To facilitate informed public discussions about implementing a “Medicare for All” system in this country, misinformation, and myths about what it is and isn’t need to be dispelled.

As proposed, a “Medicare for all” system is a nonprofit program that would save more than $500 billion per year by eliminating copays and deductibles. A public agency would handle health care financing while the delivery of care would remain largely in private hands. A “Medicare for All” system would eliminate the rationing of health care going on now in this country because of the inability of many people to pay the cost. The total cost of providing health coverage would be substantially lower than under our current hybrid system. Nearly 20 percent of Montanans have no health insurance and between a quarter and a third are underinsured This country is badly in need of an honest debate about how to fix the problems of inequity, inefficacy, and cost of health care. It should start by dealing with the facts of different options, not misinformation and myths.

—Edd Blackler, Bigfork

Display of injustice

I was incredulous when I read that the County Attorney’s Office was trying to enter into a plea deal with the accused murderer James Quen that would have given the murderer a suspended sentence. No jail time for cold-blooded murder. I find this a travesty of justice. Is this the best we can do as a county? Is our attorney’s office so incompetent that they don’t think they can get a conviction, even after the guy admitted shooting him?!?!? At the very least, the agreement was a lie.
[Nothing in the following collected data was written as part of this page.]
package engine

import (
	"context"
	"errors"
	"fmt"
	"sync/atomic"
	"time"

	"github.com/deadspace-fhir/deadspace/api/store"
)

// DefaultOwnerGrace is Config.OwnerGrace when unset: far longer than the
// replica that evaluated a patient last takes to pick up its next mark
// (milliseconds without a settle delay), short enough that a replica that
// died delays its patients' values by seconds, not by a job lease.
const DefaultOwnerGrace = 2 * time.Second

// sharedListing is how often, on a store shared by replicas, the
// evaluation loop lists the dirty patients when nothing else wakes it: a
// notification that reached another replica reaches the replica that
// evaluated its patient last within about this long. One indexed query a
// replica this often is little for the database.
const sharedListing = 50 * time.Millisecond

// aliveLoop tells the other replicas that this one runs (store.Replicated
// KeepAlive), renewing four times a grace, and that it stopped when ctx
// ends: they leave the patients it evaluated last to it only meanwhile.
func (e *Engine) aliveLoop(ctx context.Context) {
	rep := e.cfg.Store.(store.Replicated)
	ttl := e.cfg.OwnerGrace
	for {
		if err := rep.KeepAlive(ctx, ttl); err != nil && ctx.Err() == nil {
			e.log.WarnContext(ctx, "could not tell the other replicas this one runs; they take its patients after the owner grace", "err", err)
		}
		if !sleep(ctx, ttl/4) {
			break
		}
	}
	depart, cancel := context.WithTimeout(context.WithoutCancel(ctx), 5*time.Second)
	defer cancel()
	if err := rep.Depart(depart); err != nil {
		e.log.WarnContext(depart, "could not tell the other replicas this one stopped; they take its patients after the owner grace", "err", err)
	}
}

// leftToOwner reports whether d is left, for now, to the replica that
// evaluated the patient last, and if so for how much longer: on a shared
// store, while the mark is younger than the owner grace.
func (e *Engine) leftToOwner(d store.Dirty, now time.Time) (bool, time.Duration) {
	if !d.EvaluatedElsewhere {
		return false, 0
	}
	left := e.cfg.OwnerGrace - e.marks.age(d, now)
	return left > 0, left
}

// claimPatient makes this replica the only one evaluating d's patient, when
// the store is shared by replicas: it claims the patient for the job lease
// and returns the patient's mark as it stands now. ok is false when
// another replica is evaluating the patient (it commits, or its claim
// lapses and any replica takes the patient) or the patient's evaluation was
// committed meanwhile; there is nothing to do then. With a store of one
// replica the in-process lock is enough and d is returned as it is.
func (e *Engine) claimPatient(ctx context.Context, d store.Dirty) (store.Dirty, bool, error) {
	rep, shared := e.cfg.Store.(store.Replicated)
	if !shared {
		return d, true, nil
	}
	now, ok, err := rep.ClaimPatient(ctx, d.Subject, e.cfg.JobLease)
	if err != nil {
		return d, false, fmt.Errorf("engine: claim the patient for evaluation: %w", err)
	}
	return now, ok, nil
}

// errClaimLost ends an evaluation whose claim on the patient another
// replica took (this replica stalled past the job lease).
var errClaimLost = errors.New("engine: another replica took the claim on the patient")

// holdClaim keeps this replica's claim on subject, when the store is
// shared by replicas, while an evaluation runs: it renews the claim every
// third of the job lease, as sendHoldingClaim does a write's, so a slow
// evaluation (a slow read of the patient's facts, a loaded database) keeps
// the patient and no other replica evaluates it at the same time. When a
// renewal finds the claim taken (the replica stalled for a whole lease and
// another took the patient, or evaluated it and committed), it cancels the
// returned context, so the evaluation is abandoned before its commit. stop
// ends the renewals and reports whether the claim was lost. A renewal that
// fails for another reason (the database unreachable) is tried again at
// the next tick; the commit's compare-and-swap still keeps the ledger
// right.
func (e *Engine) holdClaim(ctx context.Context, subject string) (evalCtx context.Context, stop func() (lost bool)) {
	rep, shared := e.cfg.Store.(store.Replicated)
	if !shared {
		return ctx, func() bool { return false }
	}
	evalCtx, cancel := context.WithCancelCause(ctx)
	renewing, done := make(chan struct{}), make(chan struct{})
	var lost atomic.Bool
	go func() {
		defer close(done)
		t := time.NewTicker(max(e.cfg.JobLease/3, 10*time.Millisecond))
		defer t.Stop()
		for {
			select {
			case <-renewing:
				return
			case <-evalCtx.Done():
				return
			case <-t.C:
				ok, err := rep.RenewClaim(evalCtx, subject, e.cfg.JobLease)
				if err == nil && !ok {
					lost.Store(true)
					cancel(errClaimLost)
					return
				}
			}
		}
	}()
	return evalCtx, func() bool {
		close(renewing)
		<-done
		cancel(nil)
		return lost.Load()
	}
}

// unclaimPatient gives up this replica's claim on a patient whose
// evaluation did not commit, so any replica may evaluate it again at once.
// A claim that cannot be given up lapses after the job lease.
func (e *Engine) unclaimPatient(ctx context.Context, subject string) {
	rep, shared := e.cfg.Store.(store.Replicated)
	if !shared {
		return
	}
	ctx, cancel := context.WithTimeout(context.WithoutCancel(ctx), 5*time.Second)
	defer cancel()
	if err := rep.ReleaseClaim(ctx, subject); err != nil {
		e.log.WarnContext(ctx, "could not give up the claim on a patient; another replica takes it when the claim lapses", "err", err)
	}
}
Quen shot at the man multiple times. How on earth can that possibly considered “negligent homicide”? Was he using styrofoam bullets? How could he have been any more deliberate than to point a gun at someone and fire multiple times? What did he think the result would be, hurt feelings? People serve more time for simple assault. He needs to go to jail for a long time, and the County Attorney’s office needs to do what they’re paid to do.

I wrote the above paragraph before the murder charges were dismissed. So now let me add, the county attorney should be charged with aiding and abetting. His inaction shows incompetence. He’s so afraid of losing a case in which the defendant already admitted to the crime that he’s taken the case away from a jury of peers, who just might have had the guts and the wisdom to do what he wouldn’t, and decided to run away from it.

I hate to think I’ll ever be in a position where I expect to get justice in Flathead County. Maybe in the next election people will remember this weak-willed display of injustice and choose to elect someone who actually intends to seek justice for victims.

—Doug Adams, Whitefish

Border debate

Democrats are hoping to claim the moral high ground in the immigration debate by supporting the unrestricted flow of people illegally crossing our borders as a humanitarian issue. But do they really? Let’s look at some of the things they said when Obama was President.

Chuck Schumer - “Illegal immigration is wrong, plain and simple.” Referring to the 600 miles of fencing that had been already been built, he called it “a significant barrier to illegal immigration.”

Schumer also is on record saying “one of the most effective things we do on the border is turn people back. They get up to the border and we find them and say ‘go home’.”

Nancy Pelosi – “We do need to address the issue of immigration and the challenge we have of undocumented people in our country. We certainly do not want any more coming in.”

Hillary Clinton – “We have to send a clear message that just because your child gets across the border, that doesn’t mean your child gets to stay.”

In 2013, every single Democrat voted for $46 billion in border security, including money for 700 miles of border fencing. But they are willing to shut down the government over an additional $5 billion to continue the process they started.

So which is it? Are they just pandering for votes? It is easy to say anything when you are the opposition party. Nothing you propose will ever become law so there’s no accountability. Schumer and Pelosi both know that a nation must control its borders. Something they clearly supported when in power, but oppose now that Trump is president. My guess is that they would oppose tearing down the existing fence if Trump proposed doing it.